Go through the material and copy each line that includes "abstention".
** Opening Exercise material block **
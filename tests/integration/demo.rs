//! The bundled demo release answered end to end: gold pages among the
//! citations, and abstention where the records are silent. The demo is
//! invented data; this checks the product's behaviour on it, not a
//! published figure.

use onrecord::answer::ask;
use onrecord::draft::Extractive;
use onrecord::retrieve::Index;
use onrecord::types::Filters;
use onrecord::verify::RulesJudge;
use serde::Deserialize;

#[derive(Deserialize)]
struct Evidence {
    doc: String,
    page: u32,
}

#[derive(Deserialize)]
struct Question {
    id: String,
    question: String,
    #[serde(default)]
    answers: Vec<String>,
    #[serde(default)]
    evidence: Vec<Evidence>,
    answerable: bool,
}

#[test]
fn demo_release_builds_ingests_and_answers() {
    let source = std::path::Path::new(env!("CARGO_MANIFEST_DIR")).join("eval/demo");
    // The shared build (`support::demo_workdir`, the same `demo::prepare`
    // the `demo` command runs) and its first ingest report; a copy of its
    // index, since the hybrid check below adds vectors to it.
    let (_, report) = crate::support::demo_workdir();
    let work = tempfile::tempdir().unwrap();
    let idx = work.path().join("index");
    crate::support::copy_dir(crate::support::demo_index(), &idx);
    let entries = onrecord::demo::load_entries(&source).unwrap();
    assert!(entries.len() >= 40, "at least 40 demo documents");
    assert_eq!(report.failed, 0);
    assert_eq!(report.ingested, entries.len());
    assert!(
        report.pages >= 150,
        "at least 150 demo pages, got {}",
        report.pages
    );
    let pdfs = entries.iter().filter(|e| e.file.ends_with(".txt")).count();
    assert!(pdfs >= 35, "most demo records go through the PDF path");

    let text = std::fs::read_to_string(source.join("questions.jsonl")).unwrap();
    let qs: Vec<Question> = text
        .lines()
        .filter(|l| !l.trim().is_empty())
        .map(|l| serde_json::from_str(l).unwrap())
        .collect();
    assert!(qs.len() >= 30);
    let bm25 = score(&Index::open(&idx).unwrap(), &qs);
    crate::support::figure(&format!("demo, bm25: {}", bm25.describe()));
    assert!(bm25.unanswerable >= 5);
    assert!(
        bm25.rate() >= 0.70,
        "gold page cited for only {:.0}%",
        bm25.rate() * 100.0
    );
    // Issue 2 asks for abstention on at least 4 of 5 unanswerable questions.
    // The set holds 7, two of them written as near-misses whose vocabulary
    // the records share; the bar is the count of 4.
    assert!(
        bm25.abstained >= 4,
        "abstained on only {}/{}",
        bm25.abstained,
        bm25.unanswerable
    );

    // With the embedding model, hybrid retrieval must do at least as well.
    let Some(e) = crate::support::model() else {
        return;
    };
    onrecord::vectors::update(&idx, e.as_ref(), false).unwrap();
    let index = Index::open_with(&idx, Some(e)).unwrap();
    assert_eq!(index.retriever(), onrecord::retrieve::RetrieverKind::Hybrid);
    let hybrid = score(&index, &qs);
    crate::support::figure(&format!("demo, hybrid: {}", hybrid.describe()));
    assert!(
        hybrid.gold_cited >= bm25.gold_cited,
        "hybrid cites the gold page for {} questions, BM25 for {}",
        hybrid.gold_cited,
        bm25.gold_cited
    );
    assert!(
        hybrid.abstained >= 4,
        "hybrid abstained on only {}/{}",
        hybrid.abstained,
        hybrid.unanswerable
    );
}

#[derive(Default)]
struct Score {
    answerable: usize,
    gold_cited: usize,
    unanswerable: usize,
    abstained: usize,
    misses: Vec<String>,
}

impl Score {
    fn rate(&self) -> f64 {
        self.gold_cited as f64 / self.answerable as f64
    }

    fn describe(&self) -> String {
        format!(
            "gold page cited for {}/{} answerable ({:.0}%), abstained on {}/{} unanswerable\nmisses:\n  {}",
            self.gold_cited,
            self.answerable,
            self.rate() * 100.0,
            self.abstained,
            self.unanswerable,
            self.misses.join("\n  ")
        )
    }
}

fn score(index: &Index, qs: &[Question]) -> Score {
    let mut s = Score::default();
    for q in qs {
        let a = ask(
            index,
            &q.question,
            &Filters::default(),
            10,
            &Extractive::default(),
            serde_json::Value::Null,
            &RulesJudge::default(),
        )
        .unwrap();
        if q.answerable {
            s.answerable += 1;
            assert!(!q.evidence.is_empty() && !q.answers.is_empty(), "{}", q.id);
            let hit = a.supported().any(|x| {
                x.citations.iter().any(|c| {
                    q.evidence.iter().any(|e| {
                        e.doc == c.doc_id.0
                            && (c.page..=c.end_page.unwrap_or(c.page)).contains(&e.page)
                    })
                })
            });
            if hit {
                s.gold_cited += 1;
            } else {
                s.misses.push(format!("{} {}", q.id, q.question));
            }
        } else {
            s.unanswerable += 1;
            if a.abstained {
                s.abstained += 1;
            } else {
                s.misses
                    .push(format!("{} (should abstain) {}", q.id, q.question));
            }
        }
    }
    s
}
** Closing Exercise material block **
* Task answer *
//! citations, and abstention where the records are silent. The demo is
    // Issue 2 asks for abstention on at least 4 of 5 unanswerable questions.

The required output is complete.